Friday, May 6, 2016


     The Giro starts today and I am remembering my first exposure to the excitement it brings to the fans.  In 1962 I was in the army stationed in Germany, but on leave in Bolzano, Italy.  Bolzano was (and probably still is) and lovely town, but don't ask me why I was there, I can't recall.  It may have been that my traveling companion, who had the car, suddenly left without me, but that is a story for another time and place.

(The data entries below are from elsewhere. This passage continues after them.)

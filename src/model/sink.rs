//! Who takes what an analysis finds as it finds it: objects with their cells, fields around some of them, meshes.

use crate::base::error::Result;
use crate::model::object::Object;
use crate::model::request::Family;
use crate::model::source::Fields;
use crate::model::surface::SurfaceMesh;
use crate::space::cut::CutBox;
use crate::space::grid::Grid;

/// The objects of one family with their cells, and what a file about them states.
#[derive(Debug, Clone, Copy)]
pub struct FamilyObjects<'a> {
    /// Number of the family.
    pub index: usize,
    /// The family.
    pub family: &'a Family,
    /// Its absolute level.
    pub level: f64,
    /// The grid.
    pub grid: &'a Grid,
    /// The fields.
    pub fields: Fields,
    /// Storage precision, `f32` or `f64`.
    pub precision: &'static str,
    /// Velocity that was subtracted.
    pub frame: [f64; 3],
    /// Time of the snapshot, where known.
    pub time: Option<f64>,
    /// Its objects, by id.
    pub objects: &'a [Object],
}

/// Some planes of a cut-out, in storage precision.
pub struct CutPlanes<'a> {
    /// First plane, counted in the cut-out.
    pub z: usize,
    /// Number of planes.
    pub planes: usize,
    /// The bytes of every component of the snapshot and of the family's indicator, x fastest.
    pub values: Vec<&'a [u8]>,
}

/// Takes results as they come; what it does not override it lets pass.
pub trait ObjectSink {
    /// Takes the objects of a family, once, before anything else of that family. Returns the boxes whose fields it wants.
    ///
    /// # Errors
    /// `Output` when they cannot be written.
    fn objects(&mut self, _found: &FamilyObjects<'_>) -> Result<Vec<CutBox>> {
        Ok(Vec::new())
    }

    /// Takes planes of a box: `which` counts the boxes of all families in the order in which they were asked for. Every plane of a
    /// box comes once; across a periodic face they do not come in ascending order.
    ///
    /// # Errors
    /// `Output` when they cannot be written.
    fn cut_planes(&mut self, _which: usize, _planes: &CutPlanes<'_>) -> Result<()> {
        Ok(())
    }

    /// Takes the meshes of some objects of a family, in an order that is the same for every run.
    ///
    /// # Errors
    /// `Output` when they cannot be written.
    fn put(&mut self, _family: usize, _meshes: Vec<SurfaceMesh>) -> Result<()> {
        Ok(())
    }
}

/// Keeps nothing.
pub struct NoFiles;

impl ObjectSink for NoFiles {}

     Anyhow, one afternoon I was wandering about and suddenly people started running toward a street only about a block away and chattering excitedly.  Something was up, so I joined in to see what caused the commotion.  I had my Super 8 and lined up with everyone else, camera ready.  The first cyclists caught me unprepared, but I whipped it up and caught the peloton in a blur of motion as they whistled past.  In less than a minute, everyone started dispersing.  I had no idea, since my Italian is limited to Ciao, Bella, and vino, what I had witnessed and it was much later before I linked it to the Giro.  I still have the footage, but no machine upon which to play it.  Just as well.
     But, closer to the present, this year the Cima Coppi (highest summit) is Col d'Agnel.  I have vivid memories of climbing Col d'Agnel (but I went up the side they are going down), and they are part of the chapter on my adventures with Marty Jemison and riding in the Alps in 2008.  Below is an excerpt from Gotta Go!  Cycling Vacations in Fantastic Locations.

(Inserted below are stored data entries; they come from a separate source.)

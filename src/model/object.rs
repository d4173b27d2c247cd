//! What is known of an object from sums over its cells, and the objects of a family as detection leaves them.

use crate::base::real::Real;
use crate::math::moments::{CellMoments, WeightedMoments};
use crate::math::stats::{Cosine, Scale};
use crate::model::request::Side;
use crate::model::rows::Rows;
use crate::space::grid::Grid;
use crate::space::patch::Interval;

/// The pairs of vectors whose cosine is followed, as they appear in column names.
pub const COSINES: [&str; 5] = ["u_vorticity", "current_b", "u_b", "current_b_fluct", "u_b_fluct"];

/// Quantities summed over the cells of an object.
#[derive(Debug, Clone, Copy, PartialEq, Eq)]
pub enum Sum {
    /// The indicator.
    Indicator,
    /// S:S.
    Strain2,
    /// |j|².
    Current2,
    /// |u×ω|².
    Lamb2,
    /// |u|²|ω|².
    Speed2Vorticity2,
    /// |j×b|².
    Lorentz2,
    /// |j|²|b|².
    Current2Field2,
    /// |j×(b − ⟨b⟩)|².
    Lorentz2Fluct,
    /// |j|²|b − ⟨b⟩|².
    Current2Field2Fluct,
}

/// Number of [`Sum`]s.
pub const SUMS: usize = 9;

/// Scales of the exact sums, from the extremes of the survey.
#[derive(Debug, Clone, PartialEq)]
pub struct Scales {
    /// One for each [`Sum`].
    pub sums: [Scale; SUMS],
    /// One for each companion.
    pub extras: Vec<Scale>,
}

/// Faces of the box in the order x-, x+, y-, y+, z-, z+, one bit each.
pub type Faces = u8;

/// Sums over the cells of an object; exact, so the order in which cells are added or tallies merged does not matter.
#[derive(Debug, Clone, PartialEq)]
pub struct Tally {
    /// Count, first and second moments in cell coordinates.
    pub moments: CellMoments,
    /// Weight and moments of cells of unequal volume; only on stretched grids.
    pub weighted: Option<Box<WeightedMoments>>,
    /// Smallest cell index, x fastest.
    pub first_cell: u64,
    /// Most extreme indicator value.
    pub peak: f64,
    /// Cell of the peak; the smallest index where several are equal.
    pub peak_cell: u64,
    /// Open faces of the box that the object touches.
    pub open_faces: Faces,
    sums: [i128; SUMS],
    /// Cosines in the order of [`COSINES`], those without the mean field left out.
    pub cosines: [Cosine; 3],
    /// Those, where there is a mean field.
    pub fluctuating: Option<Box<[Cosine; 2]>>,
    /// Sum and extremes of the companions, in their order.
    pub extras: Vec<Extra>,
}

/// A companion over the cells of an object.
#[derive(Debug, Clone, Copy, PartialEq)]
pub struct Extra {
    sum: i128,
    /// Smallest value.
    pub min: f64,
    /// Largest value.
    pub max: f64,
}

impl Tally {
    /// No cells yet.
    pub fn empty() -> Tally {
        Tally {
            moments: CellMoments::default(),
            weighted: None,
            extras: Vec::new(),
            first_cell: u64::MAX,
            peak: f64::NAN,
            peak_cell: u64::MAX,
            open_faces: 0,
            sums: [0; SUMS],
            cosines: Default::default(),
            fluctuating: None,
        }
    }

    /// Adds the cells `x0..x1` of row (y, z).
    pub fn add_run<T: Real>(
        &mut self,
        grid: &Grid,
        rows: &Rows<T>,
        family: usize,
        side: Side,
        scales: &Scales,
        x: (usize, usize),
        y: usize,
        z: usize,
    ) {
        let row_start = grid.index(0, y, z);
        let (x0, x1) = x;
        self.moments.add_run(x0 as i64, (x1 - x0) as u32, y as i64, z as i64);
        let weights = (!rows.weights.is_empty()).then(|| &rows.weights[x0..x1]);
        if let Some(weights) = weights {
            self.add_weights(grid, weights, x0, y, z);
        }
        self.first_cell = self.first_cell.min(row_start + x0 as u64);
        let indicator = &rows.indicators[family][x0..x1];
        for (i, v) in indicator.iter().enumerate() {
            self.offer_peak(v.wide(), row_start + (x0 + i) as u64, side);
        }
        let columns: [&[T]; SUMS] = [
            &rows.indicators[family],
            &rows.strain2,
            &rows.j2,
            &rows.lamb2,
            &rows.u2w2,
            &rows.lorentz2,
            &rows.j2b2,
            &rows.lorentz2_fluct,
            &rows.j2b2_fluct,
        ];
        for (k, column) in columns.into_iter().enumerate() {
            if !column.is_empty() {
                self.sums[k] += exact_sum(&column[x0..x1], weights, scales.sums[k]);
            }
        }
        let add = |c: &mut Cosine, row: &[T]| match weights {
            _ if row.is_empty() => {}
            Some(weights) => c.add_weighted(&row[x0..x1], weights),
            None => c.add_few(&row[x0..x1]),
        };
        let [first @ .., j_fluct, u_fluct] = rows.cosines();
        self.cosines.iter_mut().zip(first).for_each(|(c, row)| add(c, row));
        if !j_fluct.is_empty() {
            let pair = self.fluctuating.get_or_insert_default();
            pair.iter_mut().zip([j_fluct, u_fluct]).for_each(|(c, row)| add(c, row));
        }
        if self.extras.is_empty() {
            self.extras.resize(scales.extras.len(), Extra { sum: 0, min: f64::INFINITY, max: f64::NEG_INFINITY });
        }
        for ((extra, row), scale) in self.extras.iter_mut().zip(&rows.extras).zip(&scales.extras) {
            let cells = &row[x0..x1];
            extra.sum += exact_sum(cells, weights, *scale);
            for v in cells {
                extra.min = extra.min.min(v.wide());
                extra.max = extra.max.max(v.wide());
            }
        }
    }

    fn add_weights(&mut self, grid: &Grid, weights: &[f64], x0: usize, y: usize, z: usize) {
        let moments = self.weighted.get_or_insert_default();
        let own = |a: usize, i: usize| (grid.width(a, i) / grid.length(a)).powi(2) / 12.0;
        for (k, &w) in weights.iter().enumerate() {
            let at = [x0 + k, y, z];
            moments.add_cell(w, std::array::from_fn(|a| grid.fraction(a, at[a])), std::array::from_fn(|a| own(a, at[a])));
        }
    }

    fn offer_peak(&mut self, value: f64, cell: u64, side: Side) {
        let beyond = match side {
            Side::Above => value > self.peak,
            Side::Below => value < self.peak,
        };
        if beyond || self.peak_cell == u64::MAX || (value == self.peak && cell < self.peak_cell) {
            self.peak = value;
            self.peak_cell = cell;
        }
    }

    /// Adds another tally, its cells moved by whole boxes of `n` cells first.
    pub fn merge(&mut self, other: &Tally, boxes: [i32; 3], n: [usize; 3], side: Side) {
        if other.moments.count == 0 {
            return;
        }
        let shift = std::array::from_fn(|a| i64::from(boxes[a]) * n[a] as i64);
        self.moments.merge(&other.moments.shifted(shift));
        if let Some(weighted) = &other.weighted {
            self.weighted.get_or_insert_default().merge(&weighted.shifted(boxes));
        }
        if self.extras.is_empty() {
            self.extras.clone_from(&other.extras);
        } else {
            for (a, b) in self.extras.iter_mut().zip(&other.extras) {
                a.sum += b.sum;
                a.min = a.min.min(b.min);
                a.max = a.max.max(b.max);
            }
        }
        self.first_cell = self.first_cell.min(other.first_cell);
        self.offer_peak(other.peak, other.peak_cell, side);
        self.open_faces |= other.open_faces;
        for (a, b) in self.sums.iter_mut().zip(other.sums) {
            *a += b;
        }
        if let Some(theirs) = &other.fluctuating {
            let ours = self.fluctuating.get_or_insert_default();
            ours.iter_mut().zip(theirs.iter()).for_each(|(a, b)| a.merge(b));
        }
        for (a, b) in self.cosines.iter_mut().zip(&other.cosines) {
            // Fields that are not there leave theirs empty.
            if b.defined > 0 {
                a.merge(b);
            }
        }
    }

    /// All cosines in the order of [`COSINES`].
    pub fn all_cosines(&self) -> [Cosine; 5] {
        let [a, b, c] = self.cosines.clone();
        let [d, e] = self.fluctuating.as_deref().cloned().unwrap_or_default();
        [a, b, c, d, e]
    }

    /// A sum over the cells, each weighted by its volume over that of the largest cell.
    pub fn sum(&self, which: Sum, scales: &Scales) -> f64 {
        scales.sums[which as usize].value(self.sums[which as usize])
    }

    /// The sum of a companion.
    pub fn extra_sum(&self, which: usize, scales: &Scales) -> f64 {
        scales.extras[which].value(self.extras[which].sum)
    }

    /// Moves the cells by whole boxes so that their mean position lies inside the box; returns by how many.
    pub fn bring_home(&mut self, grid: &Grid) -> [i32; 3] {
        let centre = self.moments.centre();
        let boxes = std::array::from_fn(|a| if grid.periodic[a] { -(centre[a] / grid.n[a] as f64).floor() as i32 } else { 0 });
        self.moments = self.moments.shifted(std::array::from_fn(|a| i64::from(boxes[a]) * grid.n[a] as i64));
        if let Some(weighted) = &mut self.weighted {
            **weighted = weighted.shifted(boxes);
        }
        boxes
    }

    /// Number of cells; on a stretched grid their volume over that of the largest cell.
    pub fn weight(&self) -> f64 {
        self.weighted.as_ref().map_or(self.moments.count as f64, |w| w.weight())
    }
}

fn exact_sum<T: Real>(cells: &[T], weights: Option<&[f64]>, scale: Scale) -> i128 {
    match weights {
        None => cells.iter().map(|v| scale.fix(v.wide())).sum(),
        Some(weights) => cells.iter().zip(weights).map(|(v, w)| scale.fix(v.wide() * w)).sum(),
    }
}

/// One object: its tally and its cells.
#[derive(Debug, Clone, PartialEq)]
pub struct Object {
    /// Number within snapshot and family, from 1, in the order of the smallest cell index.
    pub id: u64,
    /// Sums; cell coordinates unwrapped in the frame of `intervals`.
    pub tally: Tally,
    /// Its level, where it has one of its own (grown from its peak).
    pub level: Option<f64>,
    /// Share of its boundary that is a wall to a touching object.
    pub wall: f64,
    /// Axes along which it closes on itself through the box.
    pub spans: [bool; 3],
    /// Its cells, sorted by (z, y, x). Unwrapped, the centroid lying inside the box; wrapped where it spans an axis.
    pub intervals: Vec<Interval>,
}

/// Objects left out for their size.
#[derive(Debug, Clone, PartialEq)]
pub struct Dropped {
    /// How many.
    pub objects: u64,
    /// Their cells together; coordinates and peak have no meaning.
    pub tally: Tally,
}

/// The objects of one family in one snapshot.
#[derive(Debug, Clone, PartialEq)]
pub struct Detected {
    /// Objects of at least the minimum size, by id.
    pub objects: Vec<Object>,
    /// The smaller ones.
    pub dropped: Dropped,
}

     Day Three:  Col Agnel ~ 30 Miles

            We had a short day, with a very short warm-up, then the 20.5 km Hors Category climb.  However, we were a tad off in our timing, and should have started about an hour earlier, or ridden faster, or not ridden at all (just kidding).  Yesterday’s brilliance had been replaced by morning puffy clouds.  I brought my Camelbak, which included my rain pants (for wind protection) and wind jacket, because mountain tops are always windy.  The clouds thickened as we moved out.  This is the third-highest paved mountain pass in Europe.  My rule for mountain riding is to always have your rain gear.  My rain jacket had not made it into the Camelbak.  Serious oops!

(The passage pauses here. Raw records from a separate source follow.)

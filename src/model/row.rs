//! One row of the catalogue in little memory: a bit a column, eight bytes a value that is there, words and counts packed.

use std::fmt;

use crate::model::columns::{COLUMNS, Col, Kind};
use crate::model::indicator::INDICATORS;

/// A value of a column: of its own, or (as a [`Cell`]) as it lies in a row.
#[derive(Debug, Clone, PartialEq, Default)]
pub enum Value<T = String, C = Vec<u64>> {
    /// Not measured.
    #[default]
    Missing,
    /// Words; an empty text is a value (no axes, no flags), not a missing one.
    Text(T),
    /// A whole number.
    Integer(i64),
    /// A number; never NaN or infinite.
    Number(f64),
    /// Counts a bin.
    Counts(C),
}

/// A value as it lies in a row.
pub type Cell<'a> = Value<&'a str, Counts<'a>>;

impl<T, C> Value<T, C> {
    /// A number where there is a finite one.
    pub fn number(v: Option<f64>) -> Self {
        v.filter(|v| v.is_finite()).map_or(Value::Missing, Value::Number)
    }

    /// The number, whole or not.
    pub fn as_f64(&self) -> Option<f64> {
        match self {
            Value::Number(v) => Some(*v),
            Value::Integer(v) => Some(*v as f64),
            _ => None,
        }
    }
}

impl<T: PartialEq, C: PartialEq> PartialEq<&Value<T, C>> for Value<T, C> {
    fn eq(&self, other: &&Value<T, C>) -> bool {
        *self == **other
    }
}

/// Counts as they lie in a row: seven bits a byte, the last byte of each below 128.
#[derive(Clone, Copy, PartialEq, Eq)]
pub struct Counts<'a>(&'a [u8]);

impl Iterator for Counts<'_> {
    type Item = u64;

    fn next(&mut self) -> Option<u64> {
        let mut value = 0;
        for (i, &byte) in self.0.iter().enumerate() {
            value |= u64::from(byte & 0x7f) << (7 * i);
            if byte < 0x80 {
                self.0 = &self.0[i + 1..];
                return Some(value);
            }
        }
        None
    }
}

impl fmt::Debug for Counts<'_> {
    fn fmt(&self, f: &mut fmt::Formatter<'_>) -> fmt::Result {
        f.debug_list().entries(*self).finish()
    }
}

/// Words of bits, one a column.
const WORDS: usize = 3;
const _: () = assert!(COLUMNS.len() + 3 * INDICATORS.len() <= 64 * WORDS);

/// Values for which room is made at a time: a row is to hold little that it does not need.
const ROOM: usize = 16;

/// What the values of every column of the registry are; those behind them are numbers.
const KINDS: [Kind; COLUMNS.len()] = {
    let mut kinds = [Kind::Number; COLUMNS.len()];
    let mut i = 0;
    while i < kinds.len() {
        kinds[i] = COLUMNS[i].kind();
        i += 1;
    }
    kinds
};

fn kind(column: usize) -> Kind {
    KINDS.get(column).copied().unwrap_or(Kind::Number)
}

/// One row of the catalogue: every column of the registry, then three for each companion (mean, smallest, largest).
#[derive(Clone)]
pub struct Row {
    /// Which columns have a value.
    there: [u64; WORDS],
    columns: u16,
    /// Their values in the order of columns: the bits of a number, or where its words or counts lie in `packed` (begin, length).
    cells: Vec<u64>,
    packed: Vec<u8>,
}

impl Default for Row {
    fn default() -> Self {
        Row { columns: COLUMNS.len() as u16, ..Row::empty() }
    }
}

impl Row {
    /// A row without columns, to be filled with [`Row::push`].
    pub fn empty() -> Row {
        Row { there: [0; WORDS], columns: 0, cells: Vec::new(), packed: Vec::new() }
    }

    /// Takes all columns off again and keeps the room.
    pub fn clear(&mut self) {
        self.there = [0; WORDS];
        self.columns = 0;
        self.cells.clear();
        self.packed.clear();
    }

    /// Adds the value of the next column.
    ///
    /// # Panics
    /// When the column holds other values, or there are as many columns as can be.
    pub fn push<T: AsRef<str>, C: AsRef<[u64]>>(&mut self, value: Value<T, C>) {
        let column = usize::from(self.columns);
        assert!(column < 64 * WORDS, "a row of more columns than there can be");
        self.columns += 1;
        self.put(column, value);
    }

    /// Sets a column.
    ///
    /// # Panics
    /// When the column holds other values.
    pub fn set(&mut self, column: Col, value: Value) {
        self.put(column as usize, value);
    }

    /// Sets a column to a number, missing where there is none.
    pub fn number(&mut self, column: Col, value: Option<f64>) {
        self.set(column, Value::number(value));
    }

    /// Adds the mean, the smallest and the largest value of the next companion.
    pub fn push_companion(&mut self, values: [Option<f64>; 3]) {
        values.into_iter().for_each(|v| self.push(Value::<String>::number(v)));
    }

    fn put<T: AsRef<str>, C: AsRef<[u64]>>(&mut self, column: usize, value: Value<T, C>) {
        let bits = match (kind(column), value) {
            (_, Value::Missing) => None,
            (Kind::Text, Value::Text(t)) => Some(self.pack(|packed| packed.extend_from_slice(t.as_ref().as_bytes()))),
            (Kind::Counts, Value::Counts(counts)) => Some(self.pack(|packed| push_counts(packed, counts.as_ref()))),
            (Kind::Integer, Value::Integer(v)) => Some(v as u64),
            (Kind::Number, Value::Number(v)) => Some(v.to_bits()),
            _ => panic!("a value of another kind in column {column}"),
        };
        let at = self.before(column);
        match (self.has(column), bits) {
            (true, Some(bits)) => self.cells[at] = bits,
            (true, None) => {
                self.cells.remove(at);
            }
            (false, Some(bits)) => {
                if self.cells.len() == self.cells.capacity() {
                    self.cells.reserve_exact(ROOM);
                }
                self.cells.insert(at, bits);
            }
            (false, None) => {}
        }
        let bit = 1 << (column % 64);
        let word = &mut self.there[column / 64];
        *word = if bits.is_some() { *word | bit } else { *word & !bit };
    }

    fn pack(&mut self, add: impl FnOnce(&mut Vec<u8>)) -> u64 {
        let begin = self.packed.len();
        add(&mut self.packed);
        (begin as u64) << 32 | (self.packed.len() - begin) as u64
    }

    fn has(&self, column: usize) -> bool {
        self.there[column / 64] >> (column % 64) & 1 == 1
    }

    /// How many columns before this one have a value.
    fn before(&self, column: usize) -> usize {
        let word = column / 64;
        let whole: u32 = self.there[..word].iter().map(|w| w.count_ones()).sum();
        let part = self.there[word] & ((1 << (column % 64)) - 1);
        (whole + part.count_ones()) as usize
    }

    /// A column.
    pub fn get(&self, column: Col) -> Cell<'_> {
        self.cell(column as usize)
    }

    /// The value of a column by its index, missing behind the last.
    pub fn cell(&self, column: usize) -> Cell<'_> {
        if column >= usize::from(self.columns) || !self.has(column) {
            return Cell::Missing;
        }
        self.decode(column, self.cells[self.before(column)])
    }

    fn decode(&self, column: usize, bits: u64) -> Cell<'_> {
        let packed = || {
            let begin = (bits >> 32) as usize;
            &self.packed[begin..begin + (bits & 0xffff_ffff) as usize]
        };
        match kind(column) {
            // What was packed was text.
            Kind::Text => Cell::Text(std::str::from_utf8(packed()).unwrap_or_default()),
            Kind::Counts => Cell::Counts(Counts(packed())),
            Kind::Integer => Cell::Integer(bits as i64),
            Kind::Number => Cell::Number(f64::from_bits(bits)),
        }
    }

    /// All values in the order of [`crate::model::schema::Schema::columns`], one after the other.
    pub fn iter(&self) -> impl Iterator<Item = Cell<'_>> {
        let mut at = 0;
        (0..usize::from(self.columns)).map(move |column| {
            if !self.has(column) {
                return Cell::Missing;
            }
            at += 1;
            self.decode(column, self.cells[at - 1])
        })
    }

    /// All values in the order of [`crate::model::schema::Schema::columns`].
    pub fn values(&self) -> Vec<Cell<'_>> {
        self.iter().collect()
    }

    /// Bytes of memory that it takes.
    pub fn bytes(&self) -> usize {
        size_of::<Row>() + self.cells.capacity() * size_of::<u64>() + self.packed.capacity()
    }
}

/// Two rows are the same when their values are, in whatever order they were set.
impl PartialEq for Row {
    fn eq(&self, other: &Row) -> bool {
        self.columns == other.columns && self.there == other.there && self.iter().eq(other.iter())
    }
}

impl fmt::Debug for Row {
    fn fmt(&self, f: &mut fmt::Formatter<'_>) -> fmt::Result {
        f.debug_list().entries(self.iter()).finish()
    }
}

fn push_counts(packed: &mut Vec<u8>, counts: &[u64]) {
    for &count in counts {
        let mut rest = count;
        while rest >= 0x80 {
            packed.push(rest as u8 | 0x80);
            rest >>= 7;
        }
        packed.push(rest as u8);
    }
}

#[cfg(test)]
mod tests {
    use super::*;

    #[test]
    fn values_are_what_was_set_last_in_any_order() {
        let mut r = Row::default();
        r.set(Col::HistogramUB, Value::Counts(vec![0, 127, 128, u64::MAX]));
        r.number(Col::Time, Some(0.25));
        r.set(Col::Flags, Value::Text("wraps".into()));
        r.set(Col::Cells, Value::Integer(i64::MIN));
        r.set(Col::Wraps, Value::Text(String::new()));
        r.number(Col::Level, Some(f64::NAN));
        r.set(Col::Flags, Value::Text("no_time".into()));
        r.number(Col::Time, None);
        r.push_companion([Some(-0.0), None, Some(2.0)]);
        assert_eq!(r.get(Col::Flags), Cell::Text("no_time"));
        assert_eq!(r.get(Col::Wraps), Cell::Text(""));
        assert_eq!((r.get(Col::Time), r.get(Col::Level)), (Cell::Missing, Cell::Missing));
        assert_eq!(r.get(Col::Cells), Cell::Integer(i64::MIN));
        let Cell::Counts(counts) = r.get(Col::HistogramUB) else { panic!("counts are there") };
        assert_eq!(counts.collect::<Vec<_>>(), [0, 127, 128, u64::MAX]);
        assert_eq!(r.values()[COLUMNS.len()..], [Cell::Number(-0.0), Cell::Missing, Cell::Number(2.0)]);
        assert_eq!(r.values().len(), COLUMNS.len() + 3);
        let each: Vec<_> = (0..COLUMNS.len() + 3).map(|i| r.cell(i)).collect();
        assert_eq!(each, r.values());

        let mut other = Row::default();
        other.set(Col::Cells, Value::Integer(i64::MIN));
        other.set(Col::Wraps, Value::Text(String::new()));
        other.set(Col::Flags, Value::Text("no_time".into()));
        other.set(Col::HistogramUB, Value::Counts(vec![0, 127, 128, u64::MAX]));
        assert_ne!(other, r);
        other.push_companion([Some(-0.0), None, Some(2.0)]);
        assert_eq!(other, r);
        other.set(Col::Cells, Value::Integer(1));
        assert_ne!(other, r);
    }

    #[test]
    fn a_row_with_every_column_takes_less_than_a_kibibyte() {
        let mut r = Row::default();
        for (i, c) in COLUMNS.iter().enumerate() {
            match c.kind() {
                Kind::Text => r.put(i, Value::<_>::Text("a dozen letters".to_string())),
                Kind::Integer => r.put(i, Value::<String>::Integer(1 << 40)),
                Kind::Number => r.put(i, Value::<String>::Number(0.1)),
                Kind::Counts => r.put(i, Value::<String>::Counts(vec![100; 20])),
            }
        }
        assert!(r.values().iter().all(|v| *v != Cell::Missing));
        assert!(r.bytes() < 1024 + 128 && r.clone().bytes() < 1024, "{} {}", r.bytes(), r.clone().bytes());
    }
}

            Marty had said the climbs were six percent on average, with some at nine percent.  Truthfully, my GPS is not all that accurate on altitudes, but the numbers I saw were four points higher than what he advertised.  I really didn’t have much energy today, no pop in the legs.  Then it started to rain.  
            Drizzle at first, then slightly harder.  About five km from the top, the cold wind came up and the temperature dropped.  Officially, they say nine degrees centigrade.  I found a spot to get my rain pants on, and Jill lent me her rain jacket.  At three km from the top, the caravan caught us.  Once the caravan comes, no one is allowed on the road.  We were stuck, cold and wet as swag came slinging our way.  Jill caught my eye, and when there was a break in the caravan and the gendarme turned his head, we started walking briskly up the road and didn’t turn around to see what the reaction was.  Marty had secured some seating area in a lodge two km from the top.  Once Jill, Roger, and I turned one switchback, we got on the bikes and rode the next couple hundred yards to where the gendarme was about to get unhappy with us, but it was at the entrance to the lodge, so we were getting off anyhow.  Marty rushed us up to place the bikes next to the rail (one floor up) and we pushed in the door and sat down on a bench.  This lodge had room for maybe fifty and probably there were over a hundred cold, shivering cycling fans ordering hot food and drinks as fast as the servers could take the orders.  The really great part is they had a big screen TV, so it was pretty much a party. 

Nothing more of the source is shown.